The fossil Eozoön consists of a succession of parallel rows or tiers of chambers, in which the sarcode of the living animal had been replaced by a siliceous infiltration, so that when the calcareous shell was destroyed by dilute acid, the cast was found to be precisely like that of a Nummulite; thin slices of it taken in different directions being examined with a microscope, it was found that the siliceous matter had not only filled that portion of the chambers which had been occupied by the sarcode-body of the animal and the canal-system, but had actually taken the place of the pseudopodial threads, the softest and most transitory of living substances, which were put forth through tubuli in the shell-walls of less than the ¹⁄₁₀₀₀₀ part of an inch in diameter. ‘These are the very threads themselves turned into stone by the substitution which took place, particle by particle, between the sarcode body of the animal and certain constituents of the water of the ocean, before the destruction of the sarcode by ordinary decomposition.’[^[9]] The shell had an intermediate skeleton, but the minute tubes in the walls of the chambers are so characteristic of the Nummulites, that they were sufficient alone to determine the relationship of the Eozoön to its modern representative.

The external shape and limits to the size of the individual Eozoön have not been determined with certainty, on account of its indefinite mode of growth, and the manner in which the fossilized masses are connected with the highly crystalline matrix in which they are imbedded; there is no doubt, however, that they spread over an area of a foot or even more, and attained a thickness of several inches. As they seem to have increased laterally by buds which never fell off, they formed extensive reefs; at the same time they had a vertical growth, for in some of the reefs the older portions appear to have been fossilized before the newer were built up on them as a base, exactly like the coral reefs in the tropical ocean of the present day,[^[10]] with this difference however, that shells and other crustaceans are associated with the corals, while no organic body has been found in the Eozoön reefs; nevertheless the Eozoön must have had food. It may therefore be inferred that parts at least of that primeval ocean swarmed with animal life, whose remains have been obliterated by metamorphic action. Carbon (which in the form of graphite both constitutes distinct beds, and is disseminated through the siliceous and calcareous strata of the Laurentian series, as well in Norway as in Canada), may indicate the existence of vegetation in the Eozoön period.
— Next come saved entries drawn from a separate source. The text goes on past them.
package envelope

import (
	"math"
	"slices"
	"sort"
)

// A rake of 1 to n identical vehicles (the network view's reference wagons) is swept by
// windows instead of count by count. Why it may be. Think of an endless train of the
// vehicle, fronts at u_i = phi + i L. A rake of k vehicles anywhere on the bridge is k
// consecutive vehicles of that train at some phase phi, and any k consecutive vehicles that
// the lines can feel form a rake, as long as n is at least the number of vehicles that can
// touch the lines at once. So the extreme over all rakes and positions is, over phi, the
// largest sum of consecutive vehicles' forces (Kadane's maximum subarray). Each vehicle's force
// is linear in phi between the phases where one of its axles stands over a vertex; so is every
// sum, and the extremes lie at those phases: the axles' offsets plus the vertices, modulo L.
// That is one pass over (axles x vertices) phases with the vehicles the bridge holds, instead
// of a sweep per count, whose work grows with the square of the count (a rake over a
// continuous truss, whose lines kink at every panel point, costs the most).

// rakeWindows reports whether windows can sweep ld over l: one group of identical vehicles of
// 1 to n, axles only, with n at least the vehicles whose axles can stand on the lines at once.
func (ld *Load) rakeWindows(l *Lines) bool {
	if ld.uniform != nil || len(ld.fixed) > 0 || len(ld.unit) == 0 || ld.r0 != 0 || ld.nMin != 1 ||
		len(ld.train.Parts) > 0 || !(ld.unitLen > 0) {
		return false
	}
	for _, it := range ld.unit {
		if it.kind != axle {
			return false
		}
	}
	// The windows count an axle within rounding of a bearing (onBearing) as on it, so as
	// many vehicles as that allows must be a rake.
	aMin, aMax := ld.unitSpread()
	touch := math.Floor((l.SpanM()+aMax-aMin+2*ld.onBearing(l.x0, l.xl))/ld.unitLen) + 1
	return float64(ld.nMax) >= touch
}

// onBearing is how near a bearing (at x0 or xl) the windows take an axle to stand on it: the
// rounding of an axle's position found from a phase (a vertex plus an offset, modulo the
// vehicle's length, then back), some 50 units in the last place of the lengths involved.
func (ld *Load) onBearing(x0, xl float64) float64 {
	_, aMax := ld.unitSpread()
	return 1e-14 * (1 + max(math.Abs(x0), math.Abs(xl)) + ld.unitLen + math.Abs(aMax))
}

// unitSpread is the least and largest offset of the vehicle's axles behind its front.
func (ld *Load) unitSpread() (aMin, aMax float64) {
	aMin, aMax = math.Inf(1), math.Inf(-1)
	for _, it := range ld.unit {
		aMin, aMax = min(aMin, it.d), max(aMax, it.d)
	}
	return aMin, aMax
}

// symmetricUnit reports whether the vehicle is its own mirror image: its axles matched one
// to one with axles of equal load as far from the other end (to within rounding, 1e-12 of
// its length). Then a rake running right to left loads the bridge as one running left to
// right does, and one direction holds both.
func (ld *Load) symmetricUnit() bool {
	L := ld.unitLen
	used := make([]bool, len(ld.unit))
	for _, a := range ld.unit {
		found := false
		for k, b := range ld.unit {
			if !used[k] && math.Abs(L-a.d-b.d) <= 1e-12*L && a.w == b.w {
				used[k], found = true, true
				break
			}
		}
		if !found {
			return false
		}
	}
	return true
}

// windowBest is a member's best window so far in one sense: its value, the phase and side
// (as found.side) it was taken at, the room to the next phase on that side, and the window's
// first and last vehicle (the last is the rake's front).
type windowBest struct {
	v, phi, room float64
	side         int8
	j0, j1       int
	dir          int
}

// windows gives the extremes of rake ld over l (rakeWindows must hold).
func (c *Calculator) windows(l *Lines, ld *Load, out []Extremes) []Extremes {
	m := l.m
	c.wMax = slices.Grow(c.wMax[:0], m)[:m]
	c.wMin = slices.Grow(c.wMin[:0], m)[:m]
	clear(c.wMax)
	clear(c.wMin)
	dirs := 2
	if ld.symmetricUnit() {
		dirs = 1
	}
	for d := range dirs {
		c.windowsOver(l.plainGrid(d), d, ld)
	}
	out = slices.Grow(out[:0], m)[:m]
	for i := range m {
		out[i] = Extremes{Max: c.windowExtreme(l, ld, c.wMax[i]), Min: c.windowExtreme(l, ld, c.wMin[i])}
	}
	return out
}

// windowsOver finds on grid gr (direction d) each member's best windows at every phase.
func (c *Calculator) windowsOver(gr *grid, d int, ld *Load) {
	m := c.m
	x := gr.x
	nx := len(x)
	x0, xl := x[0], x[nx-1]
	L := ld.unitLen
	aMin, aMax := ld.unitSpread()
	phase := func(xv, a float64) float64 {
		p := math.Mod(xv+a, L)
		if p < 0 {
			p += L
		}
		if p >= L {
			p = 0
		}
		return p
	}
	phases := c.wPhases[:0]
	var atBearing []float64 // the phases that put an axle on a bearing
	for j, xv := range x {
		for _, it := range ld.unit {
			p := phase(xv, it.d)
			phases = append(phases, p)
			if j == 0 || j == nx-1 {
				atBearing = append(atBearing, p)
			}
		}
	}
	slices.Sort(phases)
	phases = slices.Compact(phases)
	c.wPhases = phases
	point, limits := []int8{0}, []int8{-1, 0, 1}
	// Positions within rounding of a bearing stand on it: a phase found from a bearing puts
	// an axle there only to within rounding.
	tiny := ld.onBearing(x0, xl)
	for b, phi := range phases {
		before, after := phi-phases[(b+len(phases)-1)%len(phases)], phases[(b+1)%len(phases)]-phi
		if before <= 0 {
			before += L
		}
		if after <= 0 {
			after += L
		}
		iLo := int(math.Ceil((x0+aMin-phi)/L)) - 1
		iHi := int(math.Floor((xl+aMax-phi)/L)) + 1
		nv := iHi - iLo + 1
		sides := point
		if gr.endJumps && slices.Contains(atBearing, phi) {
			sides = limits
		}
		for _, side := range sides {
			vals := c.wVals[:0]
			vals = slices.Grow(vals, nv*m)[:nv*m]
			clear(vals)
			c.wVals = vals
			for k := range nv {
				u := phi + float64(iLo+k)*L
				row := vals[k*m : k*m+m]
				for _, it := range ld.unit {
					addEta(row, gr, u-it.d, side, tiny, it.w)
				}
			}
			room := roomOn(side, before, after)
			for i := range m {
				c.kadane(i, vals, nv, m, iLo, phi, side, room, d)
			}
		}
	}
}

// addEta adds w times every member's ordinate at xq to row, an axle at xq standing on the
// bridge in the limit from the given side (-1: just before the phase, the train further
// back; +1: just after) where it is at a bearing.
func addEta(row []float64, gr *grid, xq float64, side int8, tiny, w float64) {
	x := gr.x
	nx := len(x)
	m := len(row)
	switch {
	case math.Abs(xq-x[0]) <= tiny:
		if side >= 0 {
			addScaled(row, gr.eta[:m], w)
		}
		return
	case math.Abs(xq-x[nx-1]) <= tiny:
		if side <= 0 {
			addScaled(row, gr.eta[(nx-1)*m:nx*m], w)
		}
		return
	case xq < x[0] || xq > x[nx-1]:
		return
	}
	j := sort.SearchFloat64s(x, xq) // x[j-1] < xq <= x[j]
	if x[j] == xq {
		addScaled(row, gr.eta[j*m:j*m+m], w)
		return
	}
	t := (xq - x[j-1]) / (x[j] - x[j-1])
	a, b := gr.eta[(j-1)*m:j*m], gr.eta[j*m:j*m+m]
	for i := range row {
		row[i] += w * (a[i] + t*(b[i]-a[i]))
	}
}

// kadane finds member i's largest and smallest sums of consecutive vehicles (vals[k*m+i],
// vehicle iLo+k) at this phase and keeps them where they beat the best so far. Windows start
// after a non-positive sum and end at a strict improvement, so they hold no idle vehicle at
// either end.
func (c *Calculator) kadane(i int, vals []float64, nv, m, iLo int, phi float64, side int8, room float64, d int) {
	for sense := 1.0; sense >= -1; sense -= 2 {
		best := &c.wMax[i]
		if sense < 0 {
			best = &c.wMin[i]
		}
		cur, start := 0.0, 0
		for k := range nv {
			v := sense * vals[k*m+i]
			if cur <= 0 {
				cur, start = v, k
			} else {
				cur += v
			}
			if cur > sense*best.v {
				*best = windowBest{v: sense * cur, phi: phi, room: room, side: side, j0: iLo + start, j1: iLo + k, dir: d}
			}
		}
	}
}

// windowExtreme turns a best window into a result with its placement in the truss's own
// coordinates: a rake of j1 - j0 + 1 vehicles, its front at the front of vehicle j1.
func (c *Calculator) windowExtreme(l *Lines, ld *Load, b windowBest) Extreme {
	if math.Abs(b.v) < 1e-9 {
		return Extreme{}
	}
	h := b.phi + float64(b.j1)*ld.unitLen + offJump(b.side, b.room, l.SpanM())
	k := b.j1 - b.j0 + 1
	p := Placement{Loaded: true, Direction: Direction(b.dir), HeadM: h, Count: k, LengthM: ld.lengthM(k)}
	p.LoadedFromM, p.LoadedToM = max(h-p.LengthM, l.x0), min(h, l.xl)
	l.inTruss(&p, b.dir)
	return Extreme{Value: b.v, Placement: p}
}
The Eozoön is by no means confined to Canada and central Europe. The serpentine marble of Tyree which forms part of the Laurentian system on the west of Scotland, and a similar rock in Skye, when subjected to minute examination, are found to present a structure clearly identical with that of the Canadian Eozoön. And the like structure has been discovered by Mr. Sanford in the serpentine marble of Connemara, known as Irish green. The age of that rock however, is doubtful: for when it was discovered to contain Eozoön, Sir Roderick Murchison who had previously studied its relations was at first inclined to believe it belonged to the Laurentian series; now however, he considers the Connemara marble to be of the Silurian age. ‘If this be the case it proves that the Eozoön was not confined to the Laurentian period, but that it had a vast range in time, as well as in geographical distribution; in this respect corresponding to many later forms of Foraminifera which have been shown by Messrs. Parker and Rupert Jones to range from the Trias to the present epoch.’[^[11]]

The Carpenteria found in the Indian seas forms a link between the Foraminifera and Sponges. The shell is a minute cone adhering to the surface of corals and shells, by its wide base which spreads in broad lobes. Double-walled chambers and canals form a spiral within it, and are filled with a spongy sarcode of a more consistent texture than the sarcode of the Foraminifera, which in the larger chambers is supported by siliceous spicules similar to those which form the skeletons in sponges.

Class III.—Sponges.

According to the observations of Mr. Carter, sponges begin their lives as solitary Amœbæ which grow by multiplication into masses, and assume endless forms according to the species; turbinate, bell-shaped, like a vase, a crater, a fan, flat, foliaceous and lobed or branching and incrusting the surface of stones. All the Amœbæ are so connected as to form one compound animal. The whole substance of a sponge is permeated by innumerable tubes which begin in small pores on the surface, and continually unite with one another as they proceed in their devious course to form a system of canals increasing in diameter and ending in wide openings called oscula, on the opposite side of the mass. Currents of water enter through the pores on the surface, and bring minute portions of food which are seized upon by a vast multitude of Amœbæ with long cilia which form the walls of the tubes and canals; and after they have extracted the nutritious part, the offal is carried into the sea through the oscula, by the current of water whose flux is maintained by the vibrations of the cilia. In the compressed and many of the tubular sponges the water passes through them in a straight line; in branched and encrusting sponges, the afferent and efferent openings are on the same surface. The water is inhaled continuously and gently like an animal breathing, but it is rapidly and forcibly ejected; and in its passage it no doubt furnishes oxygen to aërate the juices of the compound animal, whose flesh or sarcode is irritable while alive, and which has the power to open and shut the pores and oscula of the canals, for the whole sponge forms one compound creature whose mass is nourished by the myriads of Amœbæ of which it is constituted.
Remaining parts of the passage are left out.